Create a `pathsum` Circuit
You can create a PathSum.QuantumCircuit object directly:
```python
qubit_num = 2
circuit = PathSum.QuantumCircuit(qubit_num)
circuit = circuit.h(0) # Apply Hadamard gate to qubit 0
circuit = circuit.h(0) # Apply Hadamard gate to qubit 0 again (H*H = I)
# Add more gates as needed
# e.g., circuit = circuit.cx(0, 1)
```
### Import From qasm

`pathsum` supports importing circuits from QASM files or strings.

From a QASM file:

```python
filename = "my_circuit.qasm"
# Ensure my_circuit.qasm exists and contains valid QASM code
# Example my_circuit.qasm:
# OPENQASM 2.0;
# include "qelib1.inc";
# qreg q[2];
# h q[0];
# cx q[0],q[1];

circuit = PathSum.load_from_qasm_file(filename)
```
Or
```python
qasm_str = """
OPENQASM 2.0;
include "qelib1.inc";
qreg q[2];
h q[0];
cx q[0],q[1];
"""
circuit = PathSum.load_from_qasm_str(qasm_str)
```

## Equivalence Checking
`QuPRS` provides tools for checking the equivalence of two quantum circuits, potentially imported from Qiskit or QASM files.

Importing Circuits for Equivalence Checking
You can load circuits from QASM files or define them directly using Qiskit for comparison.


### Circuit Prepare 
- Load from QASM files 
  ```python
  # Assuming circuit1.qasm and circuit2.qasm exist
  from QuPRS.interface.load_qiskit import load_circuit

  circuit1 = load_circuit("circuit1.qasm")
  circuit2 = load_circuit("circuit2.qasm")
  ```
- Direct import from Qiskit `QuantumCircuit` objects:
  ```python
  from qiskit import QuantumCircuit 

  # Define circuit1 using Qiskit
  circuit1 = QuantumCircuit(2)
  circuit1.h(1)
  circuit1.cx(0, 1)
  circuit1.h(1)

  # Define circuit2 using Qiskit
  circuit2 = QuantumCircuit(2)
  circuit2.cz(0, 1)
  ```
### Run Equivalence Checking


- **Hybrid**: Reduction Rules (RR) and Weighted Model Counting (WMC)

  This method combines RR with WMC for equivalence checking.


  ```python
  from QuPRS import check_equivalence

  result = check_equivalence(circuit1, circuit2, method = "hybrid",)
  
  ```

- Using **Reduction Rules (RR)**
   

  ```python
  from QuPRS import check_equivalence

  result = check_equivalence(circuit1, circuit2, method = "reduction_rules",)
  ```



- **WMC** only (without RR)
   
  To perform equivalence checking using only WMC, you need to disable the Reduction Rules switch.

  ```python
  from QuPRS import check_equivalence

  result = check_equivalence(circuit1, circuit2, method = "wmc_only",)
  ```
## Cite
If you use `QuPRS` in your research, please consider citing it.

This code is associated with a forthcoming publication.
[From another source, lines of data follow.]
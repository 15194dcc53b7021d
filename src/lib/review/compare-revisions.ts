import { findingKeyOf } from "./internals/finding-key";
import { flatten, sameLeaf, type Json } from "./internals/flatten";
import type { FindingLike } from "./types";

export type PlanSection = "plan" | "settings" | "lasers" | "resonators" | "detectors" | "chains" | "channels";
export const PLAN_SECTIONS: readonly PlanSection[] = [
  "plan",
  "settings",
  "lasers",
  "resonators",
  "detectors",
  "chains",
  "channels",
];
const LISTS: readonly PlanSection[] = ["lasers", "resonators", "detectors", "chains", "channels"];

/** One field that differs; `before` is absent for an added field, `after` for a removed one. */
export interface FieldChange {
  path: string;
  before?: Json;
  after?: Json;
}

/** One entity (a laser, a chain, a channel…, or the plan's own fields and settings) that differs. */
export interface EntityChange {
  section: PlanSection;
  /** The entity's `id` in the plan document; "" for `plan` and `settings`. */
  id: string;
  kind: "added" | "removed" | "changed";
  fields: FieldChange[];
}

export interface FindingsChange<F extends FindingLike> {
  /** In the later revision only. */
  new: F[];
  /** In the earlier revision only. */
  resolved: F[];
  /** In both (same rule, chain and channel), paired; the message may have moved. */
  unchanged: { before: F; after: F }[];
}

export interface RevisionComparison<F extends FindingLike> {
  entities: EntityChange[];
  findings: FindingsChange<F>;
}

export interface ComparedRevision<F extends FindingLike> {
  /** The plan document (heterolane.plan/1). */
  plan: unknown;
  findings: readonly F[];
}

function fieldChanges(a: unknown, b: unknown): FieldChange[] {
  const fa = a === undefined ? new Map<string, Json>() : flatten(a);
  const fb = b === undefined ? new Map<string, Json>() : flatten(b);
  const paths = [...new Set([...fa.keys(), ...fb.keys()])].sort();
  const out: FieldChange[] = [];
  for (const p of paths) {
    const has = fa.has(p);
    const hasB = fb.has(p);
    if (has && hasB && sameLeaf(fa.get(p)!, fb.get(p)!)) continue;
    const c: FieldChange = { path: p };
    if (has) c.before = fa.get(p)!;
    if (hasB) c.after = fb.get(p)!;
    out.push(c);
  }
  return out;
}

function asRecord(v: unknown): Record<string, unknown> {
  return v !== null && typeof v === "object" && !Array.isArray(v) ? (v as Record<string, unknown>) : {};
}

/** A list section as id → entity (the first entity of a duplicated id wins; valid plans have none). */
function byId(list: unknown): Map<string, unknown> {
  const m = new Map<string, unknown>();
  if (!Array.isArray(list)) return m;
  list.forEach((e, i) => {
    const id = typeof asRecord(e).id === "string" ? String(asRecord(e).id) : `#${i}`;
    if (!m.has(id)) m.set(id, e);
  });
  return m;
}

function entityChange(section: PlanSection, id: string, a: unknown, b: unknown): EntityChange | null {
  const fields = fieldChanges(a, b);
  if (a === undefined && b === undefined) return null;
  if (a === undefined) return { section, id, kind: "added", fields };
  if (b === undefined) return { section, id, kind: "removed", fields };
  return fields.length ? { section, id, kind: "changed", fields } : null;
}

/**
 * Compares two revisions of a plan, field by field and finding by finding.
 * Entities of the list sections are matched by `id`; the plan's own fields
 * (name, format) and settings form one entity each. Findings are matched by
 * rule code, chain and channel, paired in document order; unmatched ones are
 * `resolved` (only in `a`) or `new` (only in `b`).
 *
 * compare(a, a) has no entity change and no new or resolved finding, and
 * compare(b, a) mirrors compare(a, b) (added ↔ removed, before ↔ after,
 * new ↔ resolved).
 */
export function compareRevisions<F extends FindingLike>(
  a: ComparedRevision<F>,
  b: ComparedRevision<F>,
): RevisionComparison<F> {
  const pa = asRecord(a.plan);
  const pb = asRecord(b.plan);
  const entities: EntityChange[] = [];
  const top = (p: Record<string, unknown>) =>
    Object.fromEntries(Object.entries(p).filter(([k]) => k !== "settings" && !LISTS.includes(k as PlanSection)));
  const planLevel = entityChange("plan", "", top(pa), top(pb));
  if (planLevel) entities.push({ ...planLevel, kind: "changed" });
  const settings = entityChange("settings", "", pa.settings ?? {}, pb.settings ?? {});
  if (settings) entities.push({ ...settings, kind: "changed" });
  for (const section of LISTS) {
    const ma = byId(pa[section]);
    const mb = byId(pb[section]);
    const ids = [...new Set([...ma.keys(), ...mb.keys()])].sort();
    for (const id of ids) {
      const c = entityChange(section, id, ma.get(id), mb.get(id));
      if (c) entities.push(c);
    }
  }

  const groups = (list: readonly F[]) => {
    const g = new Map<string, F[]>();
    for (const f of list) {
      const k = findingKeyOf(f);
      const arr = g.get(k);
      if (arr) arr.push(f);
      else g.set(k, [f]);
    }
    return g;
  };
  const ga = groups(a.findings);
  const gb = groups(b.findings);
  const findings: FindingsChange<F> = { new: [], resolved: [], unchanged: [] };
  const keys = [...new Set([...ga.keys(), ...gb.keys()])].sort();
  for (const k of keys) {
    const la = ga.get(k) ?? [];
    const lb = gb.get(k) ?? [];
    const n = Math.min(la.length, lb.length);
    for (let i = 0; i < n; i++) findings.unchanged.push({ before: la[i]!, after: lb[i]! });
    findings.resolved.push(...la.slice(n));
    findings.new.push(...lb.slice(n));
  }
  return { entities, findings };
}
Please cite this repository for now, and check back for the full paper citation.

[![DOI](https://zenodo.org/badge/1000013052.svg)](https://doi.org/10.5281/zenodo.15705190)
```
```
## License Information

- The original source code of this project is licensed under the **[MIT License](LICENSE.md)**.
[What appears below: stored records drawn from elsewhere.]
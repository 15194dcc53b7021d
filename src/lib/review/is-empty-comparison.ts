import type { RevisionComparison } from "./compare-revisions";
import type { FindingLike } from "./types";

/** True when two revisions have the same plan fields and no new or resolved finding. */
export function isEmptyComparison(c: RevisionComparison<FindingLike>): boolean {
  return c.entities.length === 0 && c.findings.new.length === 0 && c.findings.resolved.length === 0;
}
- This project utilizes and depends on several third-party components and libraries, which are governed by their own licenses. For detailed copyright notices and the full license texts of these components, please see the **[NOTICE.md](NOTICE.md)** file.

## Acknowledgements
This project utilizes `gpmc`, a binary component developed by Kenji Hashimoto, for parts of its Weighted Model Counting functionality.